In its own way, WandaVision was a rumination on fandoms too. In its final episode, the Matt Shakman-directed series absorbed the many expectations fans have for the MCU and flipped the channel. A Patrick Stewart cameo? Didn't happen. Was Doctor Strange involved? He wasn't. Mephisto ... who?
Shot like a movie (the early presence of a live studio audience aside), WandaVision aired on a strict schedule with no delays. This eliminated room for the audience and WandaVision's writers to develop an organic relationship, a well-known phenomenon of TV before seasons got dumped on streamers. And yet, WandaVision knew. Showrunner Jac Schaeffer and her team knew we would theorize the Hex out of WandaVision. For weeks, speculation ran the gamut of Doctor Strange to Mephisto to the X-Men. The finale did not deliver on any of those fronts.
And WandaVision never promised that it would.
Expectations vs. Reality
It's premature to know the general consensus on WandaVision. Right now, writing these words, it's 1:05 p.m. on the Friday of the finale's release. By Monday, fans may crown WandaVision the zenith of the MCU, or curse it as a waste of nine weeks. A glance on Twitter reveals a lot of favorable feelings towards the finale, but there are still those bitter who didn't get the fan theories they dreamed up come true.
But WandaVision never promised "surprises." Bettany's trolling aside, what WandaVision promoted since the beginning was an exploration of nostalgia as a coping mechanism for pain, grief, and loss. It was not a teaser for a new X-Men movie (even if it was designed to set up Doctor Strange and the Multiverse of Madness).
It's even in the trailer, in the form of The Platters' 1958 cover of Les Brown's "Twilight Time." The lyrics tell of an eerie yearning for an absent spouse. The potent power of nostalgia and the promise of an impossible, pleasant dream — one that can't happen in reality, at least for now — is the same electricity that sparks WandaVision:
"Deep in the dark your kiss will thrill me // Like days of old // Lighting the spark of love that fills me // With dreams untold // Each day I pray for evening just to be with you // Together at last at twilight time"

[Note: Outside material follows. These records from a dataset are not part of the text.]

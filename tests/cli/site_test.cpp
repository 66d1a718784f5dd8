// --site: a site table beside one equation and beside a worksheet.
#include <gtest/gtest.h>

#include <nlohmann/json.hpp>

#include "core/page/session.hpp"
#include "run.hpp"

namespace heatledger::test {
namespace {

using nlohmann::json;

constexpr const char* kHydrogenation = "nitrobenzene(l) + 3 H2(g) -> aniline(l) + 2 H2O(l)";
constexpr const char* kTable = R"json({
  "format": "heatledger-site-table", "version": 1, "name": "Harbour Works",
  "species": [{"species": "aniline", "figure": "formation_liquid", "value": "33 ± 1 kJ/mol"}],
  "bonds": [{"bond": "H-H", "value": "440 ± 1 kJ/mol"}],
  "heats": [{"equation": "6 H2(g) + 2 C6H5NO2(l) -> 4 water(l) + 2 aniline(l)", "value": "-1090 ± 8 kJ"}]
})json";

TEST(Site, ItsFiguresGoBeforeThePublishedOnesInATally) {
  const TemporaryFolder folder;
  write_whole(folder / "site.json", kTable);
  const auto answer = [&](bool site) {
    std::vector<std::string> arguments{"tally", kHydrogenation, "--json"};
    if (site) arguments.insert(arguments.end(), {"--site", folder / "site.json"});
    const Ran ran = heatledger(arguments);
    EXPECT_EQ(ran.status, 0) << ran.err;
    return json::parse(ran.out, nullptr, false);
  };
  const json published = answer(false), of_site = answer(true);
  const auto formation = [](const json& one) { return one["routes"]["formation"]["value"].get<double>(); };
  // Aniline(l) of the CRC Handbook is 31.6 kJ/mol: 1.4 kJ less exothermic with 33.
  EXPECT_NEAR(formation(of_site) - formation(published), 1.4, 0.05);
  // Three H–H at 440 instead of 432 kJ/mol (Zumdahl).
  EXPECT_NEAR(of_site["gas_298"]["value"].get<double>() - published["gas_298"]["value"].get<double>(), 24,
              1e-6);
}

TEST(Site, ItsRowsAreCopiedIntoAWorksheet) {
  const TemporaryFolder folder;
  write_whole(folder / "site.json", kTable);
  page::Session session;
  ASSERT_TRUE(session.edit("r1.equation", kHydrogenation).ok());
  write_whole(folder / "s.heatledger.json", session.save());
  const Ran ran = heatledger({"work", folder / "s.heatledger.json", "--site", folder / "site.json"});
  const Ran report = heatledger(
      {"work", folder / "s.heatledger.json", "--site", folder / "site.json", "--html", folder / "r.html"});
  ASSERT_EQ(ran.status, 0) << ran.err;
  EXPECT_NE(ran.out.find("Taken here, by the measured heat"), std::string::npos);
  EXPECT_NE(ran.out.find("−545"),
            std::string::npos);  // half of the site's −1090, its equation written twofold
  ASSERT_EQ(report.status, 0) << report.err;
  EXPECT_NE(read_whole(folder / "r.html").find("site table Harbour Works"), std::string::npos);
}

TEST(Site, WhatCannotBeReadIsNamedWithItsFile) {
  const TemporaryFolder folder;
  page::Session session;
  ASSERT_TRUE(session.edit("r1.equation", kHydrogenation).ok());
  write_whole(folder / "s.heatledger.json", session.save());
  write_whole(folder / "bad.json", "{\"format\": ");
  for (const std::vector<std::string>& command :
       {std::vector<std::string>{"tally", kHydrogenation}, {"work", folder / "s.heatledger.json"}}) {
    std::vector<std::string> bad = command, missing = command;
    bad.insert(bad.end(), {"--site", folder / "bad.json"});
    missing.insert(missing.end(), {"--site", folder / "none.json"});
    const Ran unread = heatledger(bad), absent = heatledger(missing);
    EXPECT_EQ(unread.status, 1) << command[0];
    EXPECT_NE(unread.err.find("cut short"), std::string::npos) << unread.err;
    EXPECT_EQ(absent.status, 1) << command[0];
    EXPECT_NE(absent.err.find("none.json"), std::string::npos) << absent.err;
  }
}

}  // namespace
}  // namespace heatledger::test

Did Marvel court the theories? Sure. Look no further than the way the studio announced WandaVision at Comic-Con in 2019 in the same breath as Doctor Strange in the Multiverse of Madness, with Olsen and Benedict Cumberbatch together on stage. It's an extravagant reveal designed to generate excitement.

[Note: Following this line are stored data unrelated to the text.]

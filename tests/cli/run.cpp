#include "run.hpp"

#include <fcntl.h>
#include <gtest/gtest.h>
#include <poll.h>
#include <sys/wait.h>
#include <unistd.h>

#include <array>
#include <csignal>
#include <cstdlib>
#include <filesystem>
#include <fstream>
#include <iterator>

namespace heatledger::test {
namespace {

struct Pipe {
  int read = -1, write = -1;
  Pipe() {
    int ends[2];
    if (::pipe2(ends, O_CLOEXEC) != 0) std::abort();
    read = ends[0];
    write = ends[1];
  }
};

/// Feeds and empties the pipes at once: a program that answers while it reads must not stand still.
void exchange(int in, const std::string& input, int out, int err, Ran& ran) {
  std::size_t fed = 0;
  if (input.empty()) {
    ::close(in);
    in = -1;
  } else {
    ::fcntl(in, F_SETFL, O_NONBLOCK);
  }
  std::array<char, 65536> chunk;
  while (out >= 0 || err >= 0) {
    std::array<pollfd, 3> watched{{{out, POLLIN, 0}, {err, POLLIN, 0}, {in, POLLOUT, 0}}};
    if (::poll(watched.data(), watched.size(), -1) < 0) break;
    const auto take = [&](int& file, const pollfd& state, std::string& into) {
      if (file < 0 || (state.revents & (POLLIN | POLLHUP)) == 0) return;
      const ssize_t got = ::read(file, chunk.data(), chunk.size());
      if (got > 0) {
        into.append(chunk.data(), static_cast<std::size_t>(got));
      } else {
        ::close(file);
        file = -1;
      }
    };
    take(out, watched[0], ran.out);
    take(err, watched[1], ran.err);
    if (in >= 0 && (watched[2].revents & (POLLOUT | POLLERR)) != 0) {
      const ssize_t written = ::write(in, input.data() + fed, input.size() - fed);
      if (written > 0) fed += static_cast<std::size_t>(written);
      if (written <= 0 || fed == input.size()) {
        ::close(in);
        in = -1;
      }
    }
  }
  if (in >= 0) ::close(in);
}

}  // namespace

Ran run(const std::vector<std::string>& command, const std::string& input, const std::string& folder) {
  std::signal(SIGPIPE, SIG_IGN);  // a program may end before it has read everything
  Pipe in, out, err;
  const pid_t child = ::fork();
  if (child == 0) {
    std::signal(SIGPIPE, SIG_DFL);
    ::dup2(in.read, STDIN_FILENO);
    ::dup2(out.write, STDOUT_FILENO);
    ::dup2(err.write, STDERR_FILENO);
    if (!folder.empty() && ::chdir(folder.c_str()) != 0) ::_exit(127);
    std::vector<char*> arguments;
    for (const std::string& part : command) arguments.push_back(const_cast<char*>(part.c_str()));
    arguments.push_back(nullptr);
    ::execvp(arguments[0], arguments.data());
    ::_exit(127);
  }
  ::close(in.read);
  ::close(out.write);
  ::close(err.write);
  Ran ran;
  exchange(in.write, input, out.read, err.read, ran);
  int status = 0;
  ::waitpid(child, &status, 0);
  ran.status = WIFEXITED(status) ? WEXITSTATUS(status) : 128 + WTERMSIG(status);
  return ran;
}

Ran heatledger(const std::vector<std::string>& arguments, const std::string& input) {
  std::vector<std::string> command{HEATLEDGER_PROGRAM};
  command.insert(command.end(), arguments.begin(), arguments.end());
  return run(command, input);
}

TemporaryFolder::TemporaryFolder() {
  std::string pattern = (std::filesystem::temp_directory_path() / "heatledger-test-XXXXXX").string();
  if (::mkdtemp(pattern.data()) == nullptr) std::abort();
  path_ = pattern;
}

TemporaryFolder::~TemporaryFolder() {
  std::error_code problem;
  std::filesystem::remove_all(path_, problem);
}

std::string read_whole(const std::string& path) {
  std::ifstream in(path, std::ios::binary);
  EXPECT_TRUE(in.good()) << path << " cannot be read";
  return {std::istreambuf_iterator<char>(in), std::istreambuf_iterator<char>()};
}

void write_whole(const std::string& path, const std::string& text) {
  std::ofstream out(path, std::ios::binary);
  out << text;
}

}  // namespace heatledger::test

But that's the frosting. WandaVision lived and died by the cake.
For nine episodes, it told the exact story it wanted to tell. A love letter to bygone television made elegiac by its central character's sorrow, WandaVision used its grieving protagonist to give us, the audience, seven words that sound like oxygen. Spoken by Vision, "What is grief if not love persevering?" is our collective pain given meaning as we keep surviving a pandemic.
The perseverance of love — that was the throughline. And to that end, WandaVision threaded the eye of the needle, if not the Eye of Agamotto. The show ended with the lesson that we can, surely, engulf ourselves in misery, we can hide away in artificial comfort. But when we accept reality and learn to move forward, that's when we persevere. That's the meat and potatoes of WandaVision. Whatever happens now, with Wanda as the "Scarlet Witch" and how it sets up Doctor Strange in the Multiverse of Madness, is only frosting.

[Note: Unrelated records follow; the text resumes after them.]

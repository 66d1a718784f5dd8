// Runs a program and keeps what it wrote.
#pragma once

#include <string>
#include <vector>

namespace heatledger::test {

struct Ran {
  int status = -1;  ///< exit status; 128 + n when a signal ended it
  std::string out, err;
};

/// Runs the heatledger that was just built. @param input  standard input
Ran heatledger(const std::vector<std::string>& arguments, const std::string& input = {});
/// Any program, searched on PATH. @param folder  where it runs; empty: here
Ran run(const std::vector<std::string>& command, const std::string& input = {},
        const std::string& folder = {});

/// A folder for one test, removed with everything in it.
class TemporaryFolder {
 public:
  TemporaryFolder();
  ~TemporaryFolder();
  TemporaryFolder(const TemporaryFolder&) = delete;
  TemporaryFolder& operator=(const TemporaryFolder&) = delete;
  std::string operator/(const std::string& name) const { return path_ + "/" + name; }
  const std::string& path() const { return path_; }

 private:
  std::string path_;
};

std::string read_whole(const std::string& path);
void write_whole(const std::string& path, const std::string& text);

}  // namespace heatledger::test
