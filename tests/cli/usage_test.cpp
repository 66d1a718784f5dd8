#include <gtest/gtest.h>

#include "run.hpp"

namespace heatledger::test {
namespace {

TEST(Usage, HelpNamesEveryCommandAndIsNoError) {
  const Ran ran = heatledger({"--help"});
  EXPECT_EQ(ran.status, 0);
  for (const char* command : {"tally", "species", "work", "bulk", "window"}) {
    EXPECT_NE(ran.out.find(command), std::string::npos) << command;
    const Ran of_command = heatledger({command, "--help"});
    EXPECT_EQ(of_command.status, 0) << command;
    EXPECT_NE(of_command.out.find("--help"), std::string::npos) << command;
  }
}

TEST(Usage, VersionIsOneLine) {
  const Ran ran = heatledger({"--version"});
  EXPECT_EQ(ran.status, 0);
  EXPECT_EQ(ran.out.substr(0, 11), "heatledger ");
  EXPECT_EQ(ran.out.find('\n'), ran.out.size() - 1);
}

TEST(Usage, AnythingElseIsStatusTwoAndSaysSoOnStandardError) {
  const std::vector<std::vector<std::string>> wrong{{},
                                                    {"ladder"},
                                                    {"tally"},
                                                    {"tally", "H2 -> H2", "--set", "best"},
                                                    {"species", "water", "--frob"},
                                                    {"bulk", "file.jsonl"}};
  for (const auto& arguments : wrong) {
    const Ran ran = heatledger(arguments);
    EXPECT_EQ(ran.status, 2) << (arguments.empty() ? "(none)" : arguments[0]);
    EXPECT_TRUE(ran.out.empty());
    EXPECT_FALSE(ran.err.empty());
  }
}

TEST(Usage, AReaderThatGoesAwayIsNoComplaint) {
  // head takes one line and leaves; the run must end without a word on standard error.
  const Ran ran = run({"sh", "-c",
                       "yes '{\"equation\":\"H2 + Cl2 -> 2 HCl\"}' | head -20000 | \"" HEATLEDGER_PROGRAM
                       "\" bulk | head -1"});
  EXPECT_EQ(ran.err, "");
  EXPECT_NE(ran.out.find("\"balanced\":true"), std::string::npos);
}

TEST(Usage, AFullDiskIsReported) {
  const Ran ran = run({"sh", "-c", "\"" HEATLEDGER_PROGRAM "\" species water > /dev/full"});
  EXPECT_EQ(ran.status, 1);
  EXPECT_NE(ran.err.find("cannot be written"), std::string::npos) << ran.err;
}

}  // namespace
}  // namespace heatledger::test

Back to the galaxy far, far away. I think about how The Last Jedi told its story, whole and complete from beginning to end while still being conscious of the next storyteller in line — then Colin Trevorrow, later J.J. Abrams. The Last Jedi did not give its audience the bowl of frosting they thought they wanted. It did something that WandaVision went on to emulate years later. It gave us something we didn't know we needed, something we still need, something we will always need: A story about hope against overwhelming odds.